Vio a Faye parada orgullosamente entre la multitud, aceptando elogios, y se acercó con un brillo en sus ojos.
—¡Escuché que acabas de salvar a alguien, eso es increíble!
Faye la miró.
—Solo una pequeñez, no hay necesidad de hacer tanto alboroto.
El estatus de la escuela de medicina en Aethelgard es innegable, incluso la Familia Faulkner quería que Eleanor se inscribiera por prestigio.
¿Cómo podría cualquier debutante en Aethelgard no querer entrar?
Blanche era una de ellas.
Pero sus calificaciones eran demasiado pobres, no estaba segura si podría aprobar los exámenes.
Originalmente, su familia invitó a la Dra.
Sally para tratar una enfermedad, y pensó en pedir una carta de recomendación, pero accidentalmente ofendió a Sally.
Ahora sin la recomendación, solo podía lamentarlo inmensamente.
Casualmente, al encontrarse con Faye ahora, sabía que Faye había salvado a alguien como estudiante para causar una buena impresión para posibles exenciones de examen.
Blanche se acercó con la esperanza de obtener algo de la gloria.
Sintiéndose aún más entusiasmada, Blanche se presentó:
—Soy Blanche Hayes, encantada de conocerte.
Faye se sorprendió ligeramente, —¿La Familia Hayes?
—Sí, esa Familia Hayes.
También voy a tomar el examen de la escuela de medicina, quizás podamos ir juntas entonces.
—Oh, está bien —.
Faye conocía sus intenciones pero no le importó.
Viniendo de Ciudad Veridia, su estatus era demasiado bajo para entrar en la mira de los Faulkner o pisar su casa, así que se quedaba en un hotel.

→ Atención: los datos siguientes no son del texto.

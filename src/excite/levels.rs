//! What the excitation puts into a band, and what can be shown with it.

use super::{Layout, Pink};
use crate::design::BandDesign;
use crate::design::response;
use crate::section::Section;
use crate::spec::{NamedBand, Requirement};
use crate::spectrum::{FIRST_BAND_BIN, LeakageKernel, MAIN_LOBE_BINS, leakage_kernel};

/// A band with the level in it.
#[derive(Clone, Debug, PartialEq)]
pub struct BandLevel {
    /// The band at this rate.
    pub band: NamedBand,
    /// Level over the whole recording, both parts, dBFS.
    pub level_dbfs: f64,
    /// The share of the noise in it alone, over the whole recording, dBFS. A sweep is
    /// through a narrow band in a moment, which may fall where no segment of a measurement
    /// listens well; the noise is there in all of them.
    pub noise_dbfs: f64,
    /// Largest attenuation that can be shown where the device is recorded with 16 bits and
    /// triangular dither, dB: the noise over the floor of rounding and of what leaks in from
    /// outside the band. The device is taken to be like the spec's stages, or, where
    /// there are none, to stop a main lobe's width more than the band. `None` for bands that
    /// need no attenuation.
    pub shown_16_bit_db: Option<f64>,
    /// The same with 24 bits, dB.
    pub shown_24_bit_db: Option<f64>,
    /// Attenuation that the requirement comes to with this excitation, dB: `reduce_db`, or
    /// what lies between the level and `residual_dbfs`. `None` for other bands.
    pub required_db: Option<f64>,
    /// How much of this excitation the spec's own stages take out of the band, dB; `None`
    /// without stages. A requirement may hold for a line in the middle of a band and not
    /// for noise all over it.
    pub own_stages_db: Option<f64>,
    /// Shortest recording in which the band can be judged, seconds; `None` without a
    /// requirement.
    pub shortest_s: Option<f64>,
}

impl BandLevel {
    pub(super) fn new(layout: &Layout, design: &BandDesign, sections: &[Section]) -> Self {
        let band = design.band.clone();
        let bin_hz = f64::from(layout.rate_hz) / layout.segment_frames as f64;
        // The lowest bins hold the offset and belong to no band.
        let lowest_hz = FIRST_BAND_BIN as f64 * bin_hz;
        let from_hz = if lowest_hz < band.line.to_hz { band.line.from_hz.max(lowest_hz) } else { band.line.from_hz };
        let to_hz = band.line.to_hz;
        let whole_s = layout.frames as f64 / f64::from(layout.rate_hz);
        let noise_share = layout.noise_share();
        let noise = layout.pink.power(from_hz, to_hz) * noise_share;
        let level = noise + layout.sweep.energy(from_hz, to_hz) / whole_s;
        let leakage = leakage(layout, sections, (from_hz, to_hz), bin_hz) * noise_share;
        let shown_db =
            |bits: i32| ratio_db(noise / (dithered_rounding(bits, layout.rate_hz, to_hz - from_hz) + leakage));
        let (level_dbfs, noise_dbfs) = (ratio_db(2.0 * level), ratio_db(2.0 * noise));
        let required_db = match band.requirement {
            Requirement::Reduce { reduce_db } => Some(reduce_db),
            Requirement::Residual { residual_dbfs } => Some(level_dbfs - residual_dbfs),
            Requirement::Keep { .. } | Requirement::Observe => None,
        };
        BandLevel {
            required_db,
            own_stages_db: (!sections.is_empty())
                .then(|| -ratio_db(passed(sections, f64::from(layout.rate_hz), from_hz, to_hz))),
            shown_16_bit_db: required_db.map(|_| shown_db(16)),
            shown_24_bit_db: required_db.map(|_| shown_db(24)),
            shortest_s: design.shortest_s,
            level_dbfs,
            noise_dbfs,
            band,
        }
    }

    /// Whether the spec's own stages, were they the device, would fall short of what is
    /// required, by more than the figure's own uncertainty.
    pub fn own_stages_fall_short(&self) -> bool {
        const UNCERTAIN_DB: f64 = 0.1;
        match (self.required_db, self.own_stages_db) {
            (Some(required_db), Some(own_db)) => own_db < required_db - UNCERTAIN_DB,
            _ => false,
        }
    }
}

/// 10 log10 of a power ratio.
pub(super) fn ratio_db(ratio: f64) -> f64 {
    10.0 * libm::log10(ratio)
}

/// Mean square of rounding with triangular dither in a band of `width_hz`: step^2/4, even
/// to half the rate (see [`crate::output::triangular`]).
fn dithered_rounding(bits: i32, rate_hz: u32, width_hz: f64) -> f64 {
    let step = libm::ldexp(1.0, 1 - bits);
    step * step / 4.0 * width_hz / (0.5 * f64::from(rate_hz))
}

/// What the window lets into a band from the noise that the device leaves outside it,
/// (full scale)^2: as the floors of a measurement have it, with the expected spectrum in
/// place of a measured one.
///
/// To 64 bins off bin by bin from [`LeakageKernel`], twice that beyond the main lobe (a
/// line between two bins); farther away cell by cell from the kernel's bound, which
/// falls as 1/x^2, twice for images, and there the device is taken to let all through.
fn leakage(layout: &Layout, sections: &[Section], (from_hz, to_hz): (f64, f64), bin_hz: f64) -> f64 {
    let (pink, rate_hz) = (&layout.pink, f64::from(layout.rate_hz));
    let half_hz = 0.5 * rate_hz;
    let bins = ((to_hz - from_hz) / bin_hz).max(1.0);
    let mut sum = far(pink, from_hz / bin_hz, bin_hz, bins, from_hz)
        + far(pink, (half_hz - to_hz) / bin_hz, bin_hz, bins, -to_hz);
    for away in 1..=LeakageKernel::REACH {
        let distance_hz = (away as f64 - 0.5) * bin_hz;
        let outside = [from_hz - distance_hz, to_hz + distance_hz];
        for hz in outside.into_iter().filter(|hz| (0.0..half_hz).contains(hz)) {
            sum += pink.line(hz) * bin_hz * left(sections, hz, rate_hz, away) * into_band(away, bins);
        }
    }
    sum
}

/// Share of the power `away` bins outside a band that the device leaves: that of the spec's
/// stages, or, where there are none, of a stop that reaches a main lobe's width beyond
/// the band.
fn left(sections: &[Section], hz: f64, rate_hz: f64, away: usize) -> f64 {
    if sections.is_empty() {
        return if away > 2 * MAIN_LOBE_BINS { 1.0 } else { 0.0 };
    }
    libm::pow(10.0, response::gain_db(sections, hz, rate_hz) / 10.0)
}

/// Share of a bin's power that gets into a band of `bins` bins whose nearest lies `away`
/// bins off; what lies beyond the kernel's table is left to [`far`].
fn into_band(away: usize, bins: f64) -> f64 {
    const BETWEEN_BINS: f64 = 2.0;
    let last = LeakageKernel::REACH.min((away as f64 + bins) as usize);
    let share =
        |distance: usize| leakage_kernel().share(distance) * if distance > MAIN_LOBE_BINS { BETWEEN_BINS } else { 1.0 };
    (away..=last).map(share).sum()
}

/// From the kernel's reach to the end of the spectrum, `span` bins away, on the side of the
/// edge at `edge_hz`: below it where that is positive, above it where it is negative.
fn far(pink: &Pink, span: f64, bin_hz: f64, bins: f64, edge_hz: f64) -> f64 {
    const IMAGES: f64 = 2.0;
    let reach = LeakageKernel::REACH as f64 + 0.5;
    let mut sum = 0.0;
    let mut near = reach;
    while near < span {
        let end = (2.0 * near).min(span);
        // The larger density of a cell's two ends stands for all of it.
        let density = pink.line((edge_hz - near * bin_hz).abs()).max(pink.line((edge_hz - end * bin_hz).abs()));
        let share = IMAGES * leakage_kernel().beyond * reach * reach * (1.0 / near - 1.0 / (near + bins));
        sum += density * (end - near) * bin_hz * share;
        near = end;
    }
    sum
}

/// Share of a 1/f spectrum's power in a band that `sections` let through.
fn passed(sections: &[Section], rate_hz: f64, from_hz: f64, to_hz: f64) -> f64 {
    const POINTS: u32 = 512;
    let mut sum = 0.0;
    for point in 0..POINTS {
        let place = (f64::from(point) + 0.5) / f64::from(POINTS);
        // Even steps of the logarithm are even shares of the power.
        let hz = if from_hz > 0.0 { from_hz * libm::pow(to_hz / from_hz, place) } else { to_hz * place };
        sum += libm::pow(10.0, response::gain_db(sections, hz, rate_hz) / 10.0);
    }
    sum / f64::from(POINTS)
}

Ahora, teniendo a una debutante de Aethelgard acercándose, había ganado algunas conexiones.
Ambas con sus propias agendas, rápidamente se hicieron amigas cercanas, prometiendo tomar juntas el examen de ingreso a la escuela de medicina.
…
Mientras tanto, en el hospital.
Después del goteo intravenoso, el anciano finalmente reaccionó y yacía en la cama gimiendo.
Alguien vino a visitarlo.
—Profesor, ¿está bien?
Recibí su llamada antes diciendo que hubo un incidente, estaba realmente preocupado.
Un joven apuesto entró, de aspecto bastante juvenil, vestido con ropa deportiva casual, lleno de energía.
Rápidamente caminó hasta la cama del anciano, luciendo ansioso.
El anciano continuó gimiendo, y el hombre lo ayudó a sentarse.
—¡Maldita estudiante de medicina!
Me rompió las costillas, si descubro quién fue, ¡me aseguraré de que sea severamente castigada!